Esempio di busta paga: le voci nel dettaglio
Per comprendere concretamente come si arriva dal lordo al netto, vediamo un esempio pratico basato su una RAL di 30.000 euro distribuita su 13 mensilita'. I valori sono indicativi e si riferiscono a un mese ordinario (da marzo a novembre, quando tutte le trattenute sono attive).
| Voce | Importo |
|---|---|
| Retribuzione lorda mensile | 2.307,69 € |
| Contributi INPS (9,19%) | -212,08 € |
| Imponibile fiscale | 2.095,61 € |
| IRPEF lorda | ~397 € |
| Detrazioni lavoro dipendente | ~130 € |
| IRPEF netta | ~267 € |
| Addizionale regionale | ~25 € |
| Addizionale comunale | ~14 € |
| Trattamento integrativo | 0 € |
| NETTO IN BUSTA | ~1.789 € |
Partendo dalla retribuzione lorda mensile di 2.307,69 euro (30.000 / 13), la prima trattenuta sono i contributi INPS a carico del lavoratore, pari al 9,19%, che ammontano a 212,08 euro. Questa quota finanzia la pensione futura e le prestazioni previdenziali (malattia, maternita', disoccupazione). L'imponibile fiscale che ne risulta e' di 2.095,61 euro.
Su questo imponibile si calcola l'IRPEF lorda, applicando le aliquote per scaglioni vigenti: 23% fino a 28.000 euro e 35% da 28.000 a 50.000 euro. Per una RAL di 30.000 euro, l'imponibile annuo (al netto dei contributi INPS) rientra prevalentemente nel primo scaglione, con l'IRPEF lorda mensile che si aggira intorno ai 397 euro.

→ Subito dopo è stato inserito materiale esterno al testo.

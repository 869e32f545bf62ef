import {
  expandPseudoComponents,
  getGas,
  getReferenceCondition,
  iso10156Flammability,
  iso10156OxidisingPower,
  isKnownGas,
  leChatelierLflPercent,
  type Mixture,
  type ModelId,
  mixtureLc50,
  PA_PER_BAR,
  PhysicsInputError,
  type PreparedModel,
  prepareModel,
  pureGas,
  STANDARD_ATMOSPHERE_PA,
  stateFromTP,
  ZERO_CELSIUS_K,
} from '../physics/index.ts'
import { type GasUse, type LinePricing, toMoleFraction } from './line-pricing.ts'
import type { OrderLineInput } from './order.ts'
import { certificationClassPct, HAZARD_LABEL, type HazardSurchargeKey, type PriceBook, type PriceEntry, rentalClassLitres, SHOP_CURRENCY } from './pricing.ts'

/**
 * Pricing a quote: what one cylinder of a specified mixture holds, what that gas costs, plus rental,
 * certification and hazardous-material surcharges from the price book. The same function runs in the quote
 * screen (live, as the user types) and on the server (which recomputes and stores; the browser's number is
 * only a preview).
 *
 * Gas use per cylinder: the settled state of the order, 15 °C and the fill pressure (bar gauge + one standard
 * atmosphere), gives the molar density ρ of the mixture from GERG-2008 (Peng–Robinson where GERG-2008 does not
 * cover a gas); n = ρ·V with V the water volume; component i gets n_i = x_i·n. Each component is priced
 * per kg (m_i = n_i·M_i) or per standard cubic metre at 15 °C, 101.325 kPa, real-gas corrected with Z of the
 * pure component there (V_i = n_i / ρ_i(15 °C, 101.325 kPa)).
 */

/** Temperature at which fill pressures are settled and quoted (ADR practice: 15 °C). */
export const QUOTE_TEMPERATURE_C = 15
export const QUOTE_TEMPERATURE_K = ZERO_CELSIUS_K + QUOTE_TEMPERATURE_C
/** Gauge → absolute: the fill pressure is bar gauge; one standard atmosphere (101.325 kPa) is added. */
export const GAUGE_OFFSET_PA = STANDARD_ATMOSPHERE_PA
/** Reference condition of every standard volume on a quote. */
export const QUOTE_REFERENCE_ID = '15C-101325' as const
export const QUOTE_REFERENCE_LABEL = getReferenceCondition(QUOTE_REFERENCE_ID).label
/** Preferred equation of state; Peng–Robinson replaces it for mixtures it does not cover. */
export const QUOTE_MODEL: ModelId = 'gerg-2008'

export { type GasUse, GasUseSchema, type LinePricing, LinePricingSchema, toMoleFraction } from './line-pricing.ts'

/** True when a gas id can carry a gas price (a gas of the library). */
export function isPriceableGas(id: string): boolean {
  return isKnownGas(id)
}

export interface QuoteProblem {
  /** path in the order input, e.g. "lines.0.components.1.gas" */
  field: string
  message: string
}

export type LineQuoteResult = { ok: true; pricing: LinePricing } | { ok: false; problems: QuoteProblem[] }

export interface OrderQuote {
  lines: LineQuoteResult[]
  /** null while any line cannot be priced */
  totalMinor: number | null
  problems: QuoteProblem[]
}

// ---- the price book, indexed --------------------------------------------------------------------------------

export interface PriceIndex {
  currency: string
  gas: ReadonlyMap<string, PriceEntry>
  /** rental classes, smallest first */
  rental: readonly { litres: number; entry: PriceEntry }[]
  /** certification classes, loosest (largest uncertainty) first */
  certification: readonly { pct: number; entry: PriceEntry }[]
  surcharge: ReadonlyMap<string, PriceEntry>
}

export function indexPriceBook(book: PriceBook): PriceIndex {
  const gas = new Map<string, PriceEntry>()
  const surcharge = new Map<string, PriceEntry>()
  const rental: { litres: number; entry: PriceEntry }[] = []
  const certification: { pct: number; entry: PriceEntry }[] = []
  for (const e of book.entries) {
    if (e.kind === 'gas') gas.set(e.key, e)
    else if (e.kind === 'surcharge') surcharge.set(e.key, e)
    else if (e.kind === 'rental') rental.push({ litres: rentalClassLitres(e.key), entry: e })
    else certification.push({ pct: certificationClassPct(e.key), entry: e })
  }
  rental.sort((a, b) => a.litres - b.litres)
  certification.sort((a, b) => b.pct - a.pct)
  return { currency: book.currency || SHOP_CURRENCY, gas, rental, certification, surcharge }
}

// ---- mixture facts -----------------------------------------------------------------------------------------

/** The line's full composition: minor components in order, then the balance gas with the rest. */
export function lineMixture(line: Pick<OrderLineInput, 'components' | 'balanceGas'>): Mixture {
  const gasIds = line.components.map((c) => c.gas)
  const x = line.components.map((c) => toMoleFraction(c.amount, c.unit))
  const minor = x.reduce((s, v) => s + v, 0)
  return { gasIds: [...gasIds, line.balanceGas], x: [...x, 1 - minor] }
}

export interface MixtureHazards {
  /** surcharge keys that apply */
  hazards: HazardSurchargeKey[]
  cautions: string[]
}

/** O2 content above which equipment and cylinders need oxygen service (OSHA 29 CFR 1910.146 enriched-atmosphere limit). */
const OXYGEN_ENRICHED_FRACTION = 0.235

/**
 * Which surcharges apply and which cautions the quote prints, from the finished mixture:
 * flammable — ISO 10156 sum > 1 for fuel + inert; with an oxidiser present, fuel content at or above the
 * Le Chatelier LFL of the fuel part; oxidising — ISO 10156 oxidising power > 0.235; toxic — LC50 of the mixture
 * ≤ 5000 ppm (ADR 2.2.2.1.5); reactive — a toxic or corrosive component in a mixture that is not toxic for
 * transport. Decision support for pricing and paperwork: defer to local codes and licensed practice.
 */
export function mixtureHazards(mixture: Mixture): MixtureHazards {
  const hazards: HazardSurchargeKey[] = []
  const cautions: string[] = []
  const expanded = expandPseudoComponents(mixture)
  let fuelFraction = 0
  let oxygenFraction = 0
  const toxicNames: string[] = []
  const corrosiveNames: string[] = []
  const fuelNames: string[] = []
  for (let i = 0; i < expanded.gasIds.length; i++) {
    const gas = getGas(expanded.gasIds[i])
    if (!(expanded.x[i] > 0)) continue
    if (gas.hazards.includes('flammable')) {
      fuelFraction += expanded.x[i]
      fuelNames.push(gas.formula)
    }
    if (gas.id === 'oxygen') oxygenFraction += expanded.x[i]
    if (gas.hazards.includes('toxic')) toxicNames.push(gas.formula)
    if (gas.hazards.includes('corrosive')) corrosiveNames.push(gas.formula)
  }
  const flam = iso10156Flammability(mixture)
  let flammable = flam.flammable
  if (!flam.methodApplicable) {
    const lfl = leChatelierLflPercent(mixture)
    flammable = lfl !== null && fuelFraction * 100 >= lfl
  }
  const oxidising = iso10156OxidisingPower(mixture).oxidising
  const toxic = mixtureLc50(mixture).toxic
  if (flammable) hazards.push('flammable')
  if (oxidising) hazards.push('oxidising')
  if (toxic) hazards.push('toxic')
  else if (toxicNames.length > 0 || corrosiveNames.length > 0) hazards.push('reactive')

  cautions.push(
    'High-pressure gas cylinder: secure it upright, keep the valve protection on in transport, open valves slowly, and use a regulator rated for the cylinder pressure.',
  )
  if (toxic) cautions.push(`Toxic gas mixture (${toxicNames.join(', ')}): use only with extraction or in a gas cabinet, with gas detection, by trained people.`)
  else if (toxicNames.length > 0)
    cautions.push(`Contains ${toxicNames.join(', ')}, toxic at higher concentrations: vent exhaust gas safely and leak-test connections.`)
  if (corrosiveNames.length > 0)
    cautions.push(`Contains ${corrosiveNames.join(', ')}, corrosive when wet: keep regulators and lines dry and of compatible materials.`)
  if (flammable) cautions.push(`Flammable mixture (${fuelNames.join(', ')}): keep away from ignition sources, and use equipment suited to flammable gas.`)
  else if (fuelNames.length > 0 && !flam.methodApplicable) {
    cautions.push(
      `Holds fuel (${fuelNames.join(', ')}) and oxidiser: prepared below the lower flammability limit under the shop's oxidant–fuel procedure; never add fuel to it.`,
    )
  }
  if (oxidising || oxygenFraction > OXYGEN_ENRICHED_FRACTION) {
    cautions.push('Oxygen-enriched mixture: use oxygen-clean equipment, no oil or grease, and keep it away from combustible materials.')
  }
  cautions.push('Follow local codes, the cylinder markings and the safety data sheet; licensed practice takes precedence over this note.')
  return { hazards, cautions }
}

// ---- pricing -------------------------------------------------------------------------------------------------

const referenceMolarVolume = new Map<string, number>()

/** Real-gas molar volume (m³/mol) of a pure gas at 15 °C, 101.325 kPa; cached per gas. */
function pureReferenceMolarVolumeM3(gasId: string): number {
  const hit = referenceMolarVolume.get(gasId)
  if (hit !== undefined) return hit
  const ref = getReferenceCondition(QUOTE_REFERENCE_ID)
  const prepared: PreparedModel = prepareModel(QUOTE_MODEL, pureGas(gasId), { allowCubicFallback: true })
  const v = 1 / prepared.densityMolPerM3(ref.temperatureK, ref.pressurePa)
  referenceMolarVolume.set(gasId, v)
  return v
}

function physicsField(field: string, prefix: string, line: Pick<OrderLineInput, 'components'>): string {
  const m = /^mixture\[(\d+)\]\.(gas|fraction)$/.exec(field)
  if (m) {
    const i = Number(m[1])
    if (i >= line.components.length) return `${prefix}balanceGas`
    return `${prefix}components.${i}.${m[2] === 'gas' ? 'gas' : 'amount'}`
  }
  if (field === 'pressure') return `${prefix}finalPressureBarGauge`
  if (field === 'waterVolume') return `${prefix}waterVolumeL`
  return `${prefix}components`
}

/**
 * Prices one cylinder line. `prefix` is prepended to problem fields (e.g. "lines.0.").
 * Never throws for bad input: problems name the field to fix.
 */
export function quoteLine(line: OrderLineInput, index: PriceIndex, rentalDays: number, prefix = ''): LineQuoteResult {
  const problems: QuoteProblem[] = []
  const mixture = lineMixture(line)
  const pressurePa = line.finalPressureBarGauge * PA_PER_BAR + GAUGE_OFFSET_PA
  let state: ReturnType<typeof stateFromTP>
  try {
    state = stateFromTP(QUOTE_MODEL, mixture, QUOTE_TEMPERATURE_K, pressurePa, { allowCubicFallback: true })
  } catch (err) {
    if (err instanceof PhysicsInputError) return { ok: false, problems: [{ field: physicsField(err.field, prefix, line), message: err.message }] }
    const message = err instanceof Error ? err.message : String(err)
    return { ok: false, problems: [{ field: `${prefix}finalPressureBarGauge`, message: `The gas state could not be computed: ${message}` }] }
  }
  const volumeM3 = line.waterVolumeL / 1000
  const amountMol = state.molarDensityMolPerM3 * volumeM3

  const gases: GasUse[] = []
  mixture.gasIds.forEach((gasId, i) => {
    const field = i < line.components.length ? `${prefix}components.${i}.gas` : `${prefix}balanceGas`
    const gas = getGas(gasId)
    const entry = index.gas.get(gasId)
    if (!entry) {
      problems.push({ field, message: `The price book has no price for ${gas.name} (${gas.formula}). Add it under Gases.` })
      return
    }
    const n = amountMol * mixture.x[i]
    const massKg = (n * gas.molarMassGPerMol) / 1000
    let standardVolumeM3: number
    try {
      standardVolumeM3 = n * pureReferenceMolarVolumeM3(gasId)
    } catch (err) {
      problems.push({ field, message: `Standard volume of ${gas.formula} could not be computed: ${err instanceof Error ? err.message : String(err)}` })
      return
    }
    const quantity = entry.unit === 'kg' ? massKg : standardVolumeM3
    gases.push({
      gas: gasId,
      formula: gas.formula,
      fraction: mixture.x[i],
      amountMol: n,
      massKg,
      standardVolumeM3,
      unit: entry.unit === 'kg' ? 'kg' : 'm3-15C',
      unitPriceMinor: entry.priceMinor,
      costMinor: Math.round(quantity * entry.priceMinor),
    })
  })

  let rental: LinePricing['rental'] = null
  if (rentalDays > 0) {
    const cls = index.rental.find((r) => r.litres >= line.waterVolumeL - 1e-9)
    if (!cls) {
      problems.push({
        field: `${prefix}waterVolumeL`,
        message: `The price book has no rental class for a ${line.waterVolumeL} L cylinder. Add one under Cylinder rental.`,
      })
    } else {
      rental = { key: cls.entry.key, days: rentalDays, unitPriceMinor: cls.entry.priceMinor, costMinor: cls.entry.priceMinor * rentalDays }
    }
  }

  const certClass = index.certification.find((c) => c.pct <= line.certificationUncertaintyPct + 1e-9)
  if (!certClass) {
    const tightest = index.certification.at(-1)
    problems.push({
      field: `${prefix}certificationUncertaintyPct`,
      message: tightest
        ? `No certification class as tight as ${line.certificationUncertaintyPct} %; the tightest in the price book is ${tightest.pct} %.`
        : 'The price book has no certification classes. Add them under Certification.',
    })
  }

  let hazards: MixtureHazards
  try {
    hazards = mixtureHazards(mixture)
  } catch (err) {
    if (err instanceof PhysicsInputError) return { ok: false, problems: [...problems, { field: physicsField(err.field, prefix, line), message: err.message }] }
    throw err
  }
  const surcharges: LinePricing['surcharges'] = []
  for (const key of hazards.hazards) {
    const entry = index.surcharge.get(key)
    if (!entry)
      problems.push({
        field: `${prefix}components`,
        message: `The price book has no surcharge for "${HAZARD_LABEL[key]}". Add it under Hazardous-material surcharges.`,
      })
    else surcharges.push({ key, label: entry.label, costMinor: entry.priceMinor })
  }

  if (problems.length > 0 || !certClass) return { ok: false, problems }

  const gasMinor = gases.reduce((s, g) => s + g.costMinor, 0)
  const perCylinderMinor = gasMinor + (rental?.costMinor ?? 0) + certClass.entry.priceMinor + surcharges.reduce((s, x) => s + x.costMinor, 0)
  return {
    ok: true,
    pricing: {
      currency: index.currency,
      model: state.model,
      temperatureC: QUOTE_TEMPERATURE_C,
      pressureBarAbsolute: pressurePa / PA_PER_BAR,
      compressibility: state.compressibility,
      amountMolPerCylinder: amountMol,
      massKgPerCylinder: amountMol * state.molarMassKgPerMol,
      referenceLabel: QUOTE_REFERENCE_LABEL,
      gases,
      gasMinor,
      rental,
      certification: { key: certClass.entry.key, label: certClass.entry.label, costMinor: certClass.entry.priceMinor },
      surcharges,
      perCylinderMinor,
      quantity: line.quantity,
      totalMinor: perCylinderMinor * line.quantity,
      hazards: hazards.hazards,
      cautions: hazards.cautions,
      notes: state.warnings.filter((w) => w.severity !== 'info').map((w) => w.message),
    },
  }
}

/** Prices every line of an order; the total is null while any line has a problem. */
export function quoteOrder(order: { lines: readonly OrderLineInput[]; rentalDays: number }, book: PriceBook | PriceIndex): OrderQuote {
  const index = 'entries' in book ? indexPriceBook(book) : book
  const lines = order.lines.map((line, i) => quoteLine(line, index, order.rentalDays, `lines.${i}.`))
  const problems = lines.flatMap((l) => (l.ok ? [] : l.problems))
  const totalMinor = problems.length > 0 ? null : lines.reduce((s, l) => s + (l.ok ? l.pricing.totalMinor : 0), 0)
  return { lines, totalMinor, problems }
}

/** "2 % CH4, bal. air" — a short name for a specification. */
export function describeMixture(line: Pick<OrderLineInput, 'components' | 'balanceGas'>): string {
  const formula = (id: string) => (isKnownGas(id) ? (id === 'air' ? 'air' : getGas(id).formula) : id)
  const parts = line.components.map((c) => `${formatAmount(c.amount)} ${c.unit === 'percent' ? '%' : c.unit} ${formula(c.gas)}`)
  const balance = `${line.components.length ? 'bal. ' : ''}${formula(line.balanceGas)}`
  return [...parts, balance].join(', ')
}

function formatAmount(v: number): string {
  return Number.isInteger(v) ? String(v) : String(Number(v.toPrecision(6)))
}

Le detrazioni per lavoro dipendente riducono l'imposta lorda. Per redditi compresi tra 15.000 e 28.000 euro, la detrazione annua e' di 1.910 euro maggiorata di un importo decrescente fino a 28.000 euro. Nel nostro esempio, la detrazione mensile e' di circa 130 euro, portando l'IRPEF netta a circa 267 euro.
Si aggiungono poi le addizionali: quella regionale (circa 25 euro/mese, in base alla regione di residenza) e quella comunale (circa 14 euro/mese, variabile per comune). Il trattamento integrativo (ex bonus Renzi) non spetta per redditi sopra i 28.000 euro lordi, come in questo caso, e quindi risulta pari a zero.
Il risultato finale e' un netto in busta di circa 1.789 euro. Questo valore puo' variare sensibilmente in base alla regione e al comune di residenza: ad esempio, un lavoratore in Lombardia con addizionale regionale all'1,23% avra' un netto diverso rispetto a uno residente nel Lazio dove l'aliquota regionale arriva al 3,33% per la stessa fascia di reddito. Anche l'addizionale comunale varia notevolmente: si va dallo 0% di alcuni piccoli comuni allo 0,9% dei comuni con le aliquote piu' elevate.